**Your goal**
All of the records must be given again exactly.

(Collected data)
☆ ☆ ☆ ☆ ☆ ☆ ☆

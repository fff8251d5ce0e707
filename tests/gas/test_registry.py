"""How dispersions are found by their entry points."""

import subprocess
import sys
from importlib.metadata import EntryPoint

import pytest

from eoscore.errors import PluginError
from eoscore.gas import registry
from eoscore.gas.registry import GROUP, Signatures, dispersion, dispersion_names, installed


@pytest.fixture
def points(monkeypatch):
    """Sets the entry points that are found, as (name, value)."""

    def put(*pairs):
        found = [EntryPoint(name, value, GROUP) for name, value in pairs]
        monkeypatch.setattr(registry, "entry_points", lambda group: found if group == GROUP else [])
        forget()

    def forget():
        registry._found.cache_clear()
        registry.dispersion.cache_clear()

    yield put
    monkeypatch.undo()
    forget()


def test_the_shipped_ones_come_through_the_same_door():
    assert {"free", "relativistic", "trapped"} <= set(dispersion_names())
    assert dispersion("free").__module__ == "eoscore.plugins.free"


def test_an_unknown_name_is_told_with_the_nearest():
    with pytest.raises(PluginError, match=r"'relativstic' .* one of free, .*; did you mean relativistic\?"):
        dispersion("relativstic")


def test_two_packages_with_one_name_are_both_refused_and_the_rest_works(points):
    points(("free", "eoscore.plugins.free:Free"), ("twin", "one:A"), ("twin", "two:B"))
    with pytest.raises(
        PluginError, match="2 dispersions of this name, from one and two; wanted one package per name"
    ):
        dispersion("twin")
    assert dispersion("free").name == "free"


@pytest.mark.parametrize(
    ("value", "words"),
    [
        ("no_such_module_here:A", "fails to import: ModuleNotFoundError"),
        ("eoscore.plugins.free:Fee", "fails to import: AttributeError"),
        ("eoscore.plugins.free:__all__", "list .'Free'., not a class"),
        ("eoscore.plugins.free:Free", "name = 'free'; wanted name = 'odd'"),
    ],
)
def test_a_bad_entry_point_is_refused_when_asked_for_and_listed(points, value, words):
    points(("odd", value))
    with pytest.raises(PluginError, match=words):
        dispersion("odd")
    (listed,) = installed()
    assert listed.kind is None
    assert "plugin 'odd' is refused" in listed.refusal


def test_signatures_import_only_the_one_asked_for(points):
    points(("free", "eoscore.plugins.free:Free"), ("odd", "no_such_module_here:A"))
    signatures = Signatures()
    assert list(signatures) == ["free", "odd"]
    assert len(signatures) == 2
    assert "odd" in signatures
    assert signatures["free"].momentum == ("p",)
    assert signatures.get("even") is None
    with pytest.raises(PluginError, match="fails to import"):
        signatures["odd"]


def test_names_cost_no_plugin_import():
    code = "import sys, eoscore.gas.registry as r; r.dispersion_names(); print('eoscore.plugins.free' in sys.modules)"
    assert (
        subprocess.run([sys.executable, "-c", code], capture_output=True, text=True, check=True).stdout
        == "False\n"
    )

☆ ☆ ☆ ☆ ☆ ☆ ☆

**Exercise output**
repository fff8251d5ce0e707
filename tests/gas/test_registry.py
"""How dispersions are found by their entry points."""

import subprocess
import sys
from importlib.metadata import EntryPoint

import pytest

from eoscore.errors import PluginError
from eoscore.gas import registry
from eoscore.gas.registry import GROUP, Signatures, dispersion, dispersion_names, installed


@pytest.fixture
def points(monkeypatch):
    """Sets the entry points that are found, as (name, value)."""

    def put(*pairs):
        found = [EntryPoint(name, value, GROUP) for name, value in pairs]
        monkeypatch.setattr(registry, "entry_points", lambda group: found if group == GROUP else [])
        forget()

    def forget():
        registry._found.cache_clear()
        registry.dispersion.cache_clear()

    yield put
    monkeypatch.undo()
    forget()


def test_the_shipped_ones_come_through_the_same_door():
    assert {"free", "relativistic", "trapped"} <= set(dispersion_names())
    assert dispersion("free").__module__ == "eoscore.plugins.free"


def test_an_unknown_name_is_told_with_the_nearest():
    with pytest.raises(PluginError, match=r"'relativstic' .* one of free, .*; did you mean relativistic\?"):
        dispersion("relativstic")


def test_two_packages_with_one_name_are_both_refused_and_the_rest_works(points):
    points(("free", "eoscore.plugins.free:Free"), ("twin", "one:A"), ("twin", "two:B"))
    with pytest.raises(
        PluginError, match="2 dispersions of this name, from one and two; wanted one package per name"
    ):
        dispersion("twin")
    assert dispersion("free").name == "free"


@pytest.mark.parametrize(
    ("value", "words"),
    [
        ("no_such_module_here:A", "fails to import: ModuleNotFoundError"),
        ("eoscore.plugins.free:Fee", "fails to import: AttributeError"),
        ("eoscore.plugins.free:__all__", "list .'Free'., not a class"),
        ("eoscore.plugins.free:Free", "name = 'free'; wanted name = 'odd'"),
    ],
)
def test_a_bad_entry_point_is_refused_when_asked_for_and_listed(points, value, words):
    points(("odd", value))
    with pytest.raises(PluginError, match=words):
        dispersion("odd")
    (listed,) = installed()
    assert listed.kind is None
    assert "plugin 'odd' is refused" in listed.refusal


def test_signatures_import_only_the_one_asked_for(points):
    points(("free", "eoscore.plugins.free:Free"), ("odd", "no_such_module_here:A"))
    signatures = Signatures()
    assert list(signatures) == ["free", "odd"]
    assert len(signatures) == 2
    assert "odd" in signatures
    assert signatures["free"].momentum == ("p",)
    assert signatures.get("even") is None
    with pytest.raises(PluginError, match="fails to import"):
        signatures["odd"]


def test_names_cost_no_plugin_import():
    code = "import sys, eoscore.gas.registry as r; r.dispersion_names(); print('eoscore.plugins.free' in sys.modules)"
    assert (
        subprocess.run([sys.executable, "-c", code], capture_output=True, text=True, check=True).stdout
        == "False\n"
    )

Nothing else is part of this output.